For manufacturers building renewable power equipment in Britain, the weak pound makes their products less costly when sold abroad. Potentially offsetting that benefit, though, is the possibility that European tariffs on British imports may replace the free trade that came with E.U. membership, depending on the exit terms Mrs. May strikes.

“We’re in a position where the market is still completely unclear as to what happens, not only as to the ramifications, but also to the timings,” said Nick Boyle, chief executive of Lightsource Renewable Energy, a solar power company.

Germany’s Siemens, which began producing blades for offshore wind turbines at a new plant in Hull, in northeastern England, in September, warned before the referendum that leaving the European Union “could make the U.K. a less attractive place to do business and may become a factor when Siemens is considering future investment here.”

The company’s chief executive, Joe Kaeser, later backed away from that, saying Brexit “will not diminish our commitment to your country.”

For now, the factory, which employs about 500 and had been intended before the Brexit vote to eventually provide 1,000 jobs, is busy fulfilling orders for British wind farms. The company hopes to export parts to Europe too, but any change in trade terms could affect those plans.

There is little clarity, as well, on a number of bureaucratic and technical questions that are important to the industry.

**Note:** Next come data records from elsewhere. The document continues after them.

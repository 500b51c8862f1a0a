package draw_test

import (
	"hash/fnv"
	"math"
	"testing"

	"wane/sim/draw"
)

// The values in this file may never change. A seed printed beside a published
// result is a promise that the same seed gives the same result again; one bit
// of difference here breaks every such promise without any other test noticing.
// Whoever needs another generator adds one under another name.
//
// They were computed by a separate program in Python's exact integers, the
// exponentials with the tables and the decisions of the ziggurat in 60 digits.

func TestFrozenDraws(t *testing.T) {
	for _, f := range []struct {
		seed, realisation  uint64
		process            string
		object             uint64
		generation, number uint32
		bits               uint64
		uniform, exp       float64
	}{
		{0x0, 0x0, "", 0x0, 0, 0, 0x648c67d94a2632de, 0x1.92319f652898dp-2, 0x1.f1dd6716b0e48p-3},
		{0x1, 0x0, "evaporation", 0x0, 0, 0, 0x06cbbc35838a99cc, 0x1.b2ef0d60e2a70p-6, 0x1.650201ffb4126p-6},
		{0x1, 0x0, "evaporation", 0x1, 0, 0, 0xb1cfe5eb12cee4ff, 0x1.639fcbd6259dcp-1, 0x1.6864c81c6e458p-1},
		{0x1, 0x0, "evaporation", 0x0, 1, 0, 0x5929cfc030b4edd9, 0x1.64a73f00c2d3bp-2, 0x1.e2b276feba92fp-3},
		{0x1, 0x0, "evaporation", 0x0, 0, 1, 0xdd4b04d30aea845f, 0x1.ba9609a615d50p-1, 0x1.d6c10392b0ee6p+0},
		{0x1, 0x1, "evaporation", 0x0, 0, 0, 0x4dd953bb80a98a10, 0x1.37654eee02a63p-2, 0x1.5cc79af3da0d1p+0},
		{0x2, 0x0, "evaporation", 0x0, 0, 0, 0x94a67694b0b65dca, 0x1.294ced29616cbp-1, 0x1.f4f51de263ea1p-2},
		{12345, 99, "capture by the central hole", 99_999_999_999, 3, 7, 0x474a11fb115cfd2d, 0x1.1d2847ec4573fp-2, 0x1.c320645c84784p-1},
		{1<<64 - 1, 1<<64 - 1, "µ", 1<<64 - 1, 1<<32 - 1, 1<<32 - 1, 0x29cbec468a4a3766, 0x1.4e5f62345251ap-3, 0x1.51fb3abc7a17cp-2},
	} {
		s := draw.New(f.seed, f.realisation, f.process)
		if got := s.Bits(f.object, f.generation, f.number); got != f.bits {
			t.Errorf("%v: bits %#x", f, got)
		}
		if got := s.Uniform(f.object, f.generation, f.number); got != f.uniform {
			t.Errorf("%v: uniform %x", f, got)
		}
		if got := s.Exp(f.object, f.generation, f.number); got != f.exp {
			t.Errorf("%v: exponential %x", f, got)
		}
	}
}

// One draw for each way through the ziggurat.
func TestFrozenWaysThroughTheZiggurat(t *testing.T) {
	s := draw.New(1, 0, "evaporation")
	for _, f := range []struct {
		object uint64
		want   float64
		way    string
	}{
		{1, 0x1.6864c81c6e458p-1, "rejected, then inside"},
		{36, 0x1.d76aeac2aa0a1p-2, "wedge"},
		{3242, 0x1.0e6ff719c5b41p+3, "tail"},
		{3884, 0x1.4e4de1b11c648p-2, "rejected, then wedge"},
		{16205, 0x1.10a5209612c64p+3, "tail, then wedge"},
		{16312, 0x1.bb25d11bff14ep-4, "rejected twice"},
	} {
		if got := s.Exp(f.object, 0, 0); got != f.want {
			t.Errorf("object %d (%s): %x, want %x", f.object, f.way, got, f.want)
		}
	}
}

// A million draws at once; the sum stands for all of them.
func TestFrozenMillion(t *testing.T) {
	xs, h, s := make([]float64, 1<<20), fnv.New64a(), draw.New(1, 0, "million")
	add := func() {
		for _, x := range xs {
			b := math.Float64bits(x)
			h.Write([]byte{byte(b), byte(b >> 8), byte(b >> 16), byte(b >> 24), byte(b >> 32), byte(b >> 40), byte(b >> 48), byte(b >> 56)})
		}
	}
	s.Exps(xs, 0, 0, 0)
	add()
	s.Uniforms(xs, 0, 0, 0)
	add()
	if got, want := h.Sum64(), uint64(0xdfdbe8b194a39af2); got != want {
		t.Errorf("sum %#x, want %#x", got, want)
	}
}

Among them are the rules governing installation and operation of planned undersea power connections that would expand transmission of electricity between Britain and the Continent. Mr. Froggatt said building new interconnections still made sense, both financially and because they make renewable power systems more reliable by allowing consumers to get electricity from afar when the sun went in or the wind slowed close to home.

“I would assume these projects will go ahead,” but delays are possible, he said.

Another worry is funding from the European Investment Bank, an important lender to renewable energy infrastructure projects. While the bank is able to lend to projects in non-European Union nations, Britain could lose its influence there as an outsider.

And with ripples of discontent with Brussels spreading beyond Britain, the bloc may be distracted from its own efforts to increase renewables and combat climate change.

“If European institutions and pro-European governments see that they’re fighting for the survival of what Europe means, then it gets much more difficult to do things like energy on a detailed basis,” said Mr. Black.